◆ Exercise input ◆
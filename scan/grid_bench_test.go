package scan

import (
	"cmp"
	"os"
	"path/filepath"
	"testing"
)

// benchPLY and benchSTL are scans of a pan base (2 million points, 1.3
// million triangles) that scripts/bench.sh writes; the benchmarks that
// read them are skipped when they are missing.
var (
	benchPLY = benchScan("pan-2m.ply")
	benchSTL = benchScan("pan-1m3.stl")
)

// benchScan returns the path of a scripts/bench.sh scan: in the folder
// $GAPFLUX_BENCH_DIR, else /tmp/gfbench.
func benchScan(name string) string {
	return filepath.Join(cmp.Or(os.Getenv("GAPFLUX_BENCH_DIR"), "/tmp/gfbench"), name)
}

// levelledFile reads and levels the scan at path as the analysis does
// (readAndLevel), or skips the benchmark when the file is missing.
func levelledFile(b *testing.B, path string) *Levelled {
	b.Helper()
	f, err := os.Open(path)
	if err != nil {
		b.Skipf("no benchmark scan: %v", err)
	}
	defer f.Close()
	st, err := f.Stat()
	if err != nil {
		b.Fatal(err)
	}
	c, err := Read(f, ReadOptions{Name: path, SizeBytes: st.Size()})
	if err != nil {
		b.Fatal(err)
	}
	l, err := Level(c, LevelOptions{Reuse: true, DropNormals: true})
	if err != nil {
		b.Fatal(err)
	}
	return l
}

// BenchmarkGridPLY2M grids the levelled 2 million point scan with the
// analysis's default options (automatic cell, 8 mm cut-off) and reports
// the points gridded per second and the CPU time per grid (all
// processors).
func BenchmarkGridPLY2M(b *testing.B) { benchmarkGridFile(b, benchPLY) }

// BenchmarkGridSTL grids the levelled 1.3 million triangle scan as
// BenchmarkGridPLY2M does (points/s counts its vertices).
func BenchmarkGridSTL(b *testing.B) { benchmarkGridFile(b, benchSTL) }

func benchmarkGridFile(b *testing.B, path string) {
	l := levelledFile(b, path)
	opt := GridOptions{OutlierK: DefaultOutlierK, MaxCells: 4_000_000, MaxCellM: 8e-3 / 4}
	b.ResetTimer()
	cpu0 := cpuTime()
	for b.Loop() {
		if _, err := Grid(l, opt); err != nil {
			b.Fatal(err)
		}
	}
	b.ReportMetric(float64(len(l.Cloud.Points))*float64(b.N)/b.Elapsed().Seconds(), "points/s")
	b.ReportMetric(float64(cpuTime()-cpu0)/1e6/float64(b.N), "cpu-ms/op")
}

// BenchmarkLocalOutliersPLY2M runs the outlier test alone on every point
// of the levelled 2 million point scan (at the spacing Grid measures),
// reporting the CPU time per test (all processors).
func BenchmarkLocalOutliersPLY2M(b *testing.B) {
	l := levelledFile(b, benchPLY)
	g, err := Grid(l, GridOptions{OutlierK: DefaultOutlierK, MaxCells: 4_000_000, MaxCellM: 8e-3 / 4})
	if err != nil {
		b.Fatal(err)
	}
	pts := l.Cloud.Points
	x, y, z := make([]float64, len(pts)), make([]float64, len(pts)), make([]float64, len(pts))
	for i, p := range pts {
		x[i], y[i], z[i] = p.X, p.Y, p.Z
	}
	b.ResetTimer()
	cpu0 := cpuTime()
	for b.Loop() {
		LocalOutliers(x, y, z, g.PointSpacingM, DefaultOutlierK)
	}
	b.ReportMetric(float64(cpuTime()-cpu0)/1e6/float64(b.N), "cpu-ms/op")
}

◆ Exercise aim ◆
Among the records, find the lines that contain "benchmarkGridFile" and copy each of them.

◆ Solution to this exercise ◆
func BenchmarkGridPLY2M(b *testing.B) { benchmarkGridFile(b, benchPLY) }
func BenchmarkGridSTL(b *testing.B) { benchmarkGridFile(b, benchSTL) }
func benchmarkGridFile(b *testing.B, path string) {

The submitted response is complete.